REQUIRED WORK: Going from the line that contains "ToString() call ToString()." to the last line of the material below, repeat every line exactly.

MATERIAL SUPPLIED:
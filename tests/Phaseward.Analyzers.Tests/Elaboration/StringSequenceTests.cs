namespace Phaseward.Analyzers.Tests.Elaboration;

/// <summary>
/// Strings in everyday generator code: a string as the sequence of its chars handed to LINQ (a string is an
/// IEnumerable&lt;char&gt;), and <c>builder.Append($"...")</c>, which C# compiles to the builder's interpolated string
/// handler (C# specification, interpolated string handlers, C# 10). Each design is elaborated exactly as the compiled
/// design runs it (the oracle: the design compiled and run by .NET, <see cref="ParityTests"/>). Before, both were PW9001:
/// the string could not be passed to LINQ, and the handler was taken for a ref argument.
/// </summary>
public class StringSequenceTests
{
    [Theory]
    [InlineData("Strings.CountUpperCase")]
    [InlineData("Strings.SelectOverChars")]
    [InlineData("Strings.DistinctAndOrder")]
    [InlineData("Strings.CharMethodGroup")]
    [InlineData("Strings.AppendInterpolated")]
    [InlineData("Strings.AppendLineInterpolatedWithFormat")]
    [InlineData("Strings.FormattableDesignTypeInHoles")]
    public void RunsAsAtRunTime(string design) => ParityTests.AssertParity(Designs, design);

    [Fact]
    public async System.Threading.Tasks.Task String_Format_of_a_design_IFormattable_is_PW9001()
    {
        var source = InverterChainDesign.Source("Quarry", """
            public readonly struct Volt : System.IFormattable
            {
                public string ToString(string? format, System.IFormatProvider? provider) => format == "K" ? "k3" : "m3300";
            }
            """, "", """
            var text = {|#0:string.Format("{0:K}", new Volt())|};
            count = text.Length;
            """);
        await new Verifiers.PhasewardAnalyzerTest<ElaborationAnalyzer>(source,
            InverterChainDesign.NotElaborated(0, "the call to 'string.Format(string, object?)'",
                "it would format an object of the design that is IFormattable, through its ToString(format, provider), which the library cannot call back")).RunAsync();
        InverterChainDesign.AssertNoStage(source, "Quarry");
    }

    [Fact]
    public async System.Threading.Tasks.Task A_library_method_group_that_could_change_a_collection_is_PW9001()
    {
        // list.Add as a delegate changes the list when called later: not taken as a method group.
        var source = InverterChainDesign.Source("Quarry", "", "", """
            var taps = new System.Collections.Generic.List<int>();
            System.Action<int> add = {|#0:taps.Add|};
            add(1);
            count = taps.Count + 2;
            """);
        await new Verifiers.PhasewardAnalyzerTest<ElaborationAnalyzer>(source,
            InverterChainDesign.NotElaborated(0, "the method group 'List<int>.Add(int)'",
                "only methods and local functions of this compilation, and static library methods of values (char.IsDigit, Math.Abs, int.Parse), are passed as delegates; wrap it in a lambda")).RunAsync();
        InverterChainDesign.AssertNoStage(source, "Quarry");
    }

    private static readonly InMemoryDesigns Designs = new(("/strings/Strings.cs", """
            using System;
            using System.Linq;
            using System.Text;
            using Phaseward;

            namespace Strings
            {
                public abstract class Base : Design { protected void Chain(Circuit c, int n, string p) { var x = c.Input(p + "in"); for (var i = 0; i < n; i++) x = c.Inverter(x, p + i); c.Output(p + "out", x); } }
                public sealed class CountUpperCase : Base
                {
                    protected override void Describe(Circuit c) => Chain(c, "LaneMuxBank".Count(ch => ch >= 'A' && ch <= 'Z'), "cu");
                }
                public sealed class SelectOverChars : Base
                {
                    protected override void Describe(Circuit c)
                    {
                        foreach (var name in "xyz".Select(ch => "tap_" + ch))
                            c.Output(name, c.Inverter(c.Input(name + "_in"), name + "_inv"));
                    }
                }
                public sealed class DistinctAndOrder : Base
                {
                    protected override void Describe(Circuit c)
                    {
                        var letters = new string("mirrorbank".Distinct().OrderBy(ch => ch).ToArray());
                        Chain(c, letters.Length, letters);
                    }
                }
                public sealed class CharMethodGroup : Base
                {
                    protected override void Describe(Circuit c) => Chain(c, "a1b22c333".Count(char.IsDigit), "cm");
                }
                public sealed class AppendInterpolated : Base
                {
                    protected override void Describe(Circuit c)
                    {
                        var name = new StringBuilder();
                        for (var i = 0; i < 3; i++) name.Append($"l{i}_");
                        Chain(c, 2, name.ToString());
                    }
                }
                public sealed class AppendLineInterpolatedWithFormat : Base
                {
                    protected override void Describe(Circuit c)
                    {
                        var text = new StringBuilder().Append($"w{7,3}|{12:D4}").AppendLine($"{"x",-2}end").ToString();
                        Chain(c, text.Length, "al");
                    }
                }
                public readonly struct Volt : IFormattable
                {
                    private readonly int millivolts;
                    public Volt(int millivolts) => this.millivolts = millivolts;
                    public override string ToString() => "v" + millivolts;
                    public string ToString(string? format, IFormatProvider? provider) => format == "K" ? "k" + millivolts / 1000 : "m" + millivolts;
                }
                public sealed class FormattableDesignTypeInHoles : Base
                {
                    // A hole formats an IFormattable through ToString(format, provider); concatenation and ToString() call ToString().
                    protected override void Describe(Circuit c)
                    {
                        var v = new Volt(3300);
                        var text = $"{v}|{v:K}|{v,6}" + "/" + v + "/" + v.ToString() + new StringBuilder().Append($"{v:K}");
                        Chain(c, 1, text.Replace("|", "_").Replace(" ", "_").Replace("/", "_"));
                    }
                }
            }
            """));
}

RESULT OF THIS TASK:
                    // A hole formats an IFormattable through ToString(format, provider); concatenation and ToString() call ToString().
                    protected override void Describe(Circuit c)
                    {
                        var v = new Volt(3300);
                        var text = $"{v}|{v:K}|{v,6}" + "/" + v + "/" + v.ToString() + new StringBuilder().Append($"{v:K}");
                        Chain(c, 1, text.Replace("|", "_").Replace(" ", "_").Replace("/", "_"));
                    }
                }
            }
            """));
}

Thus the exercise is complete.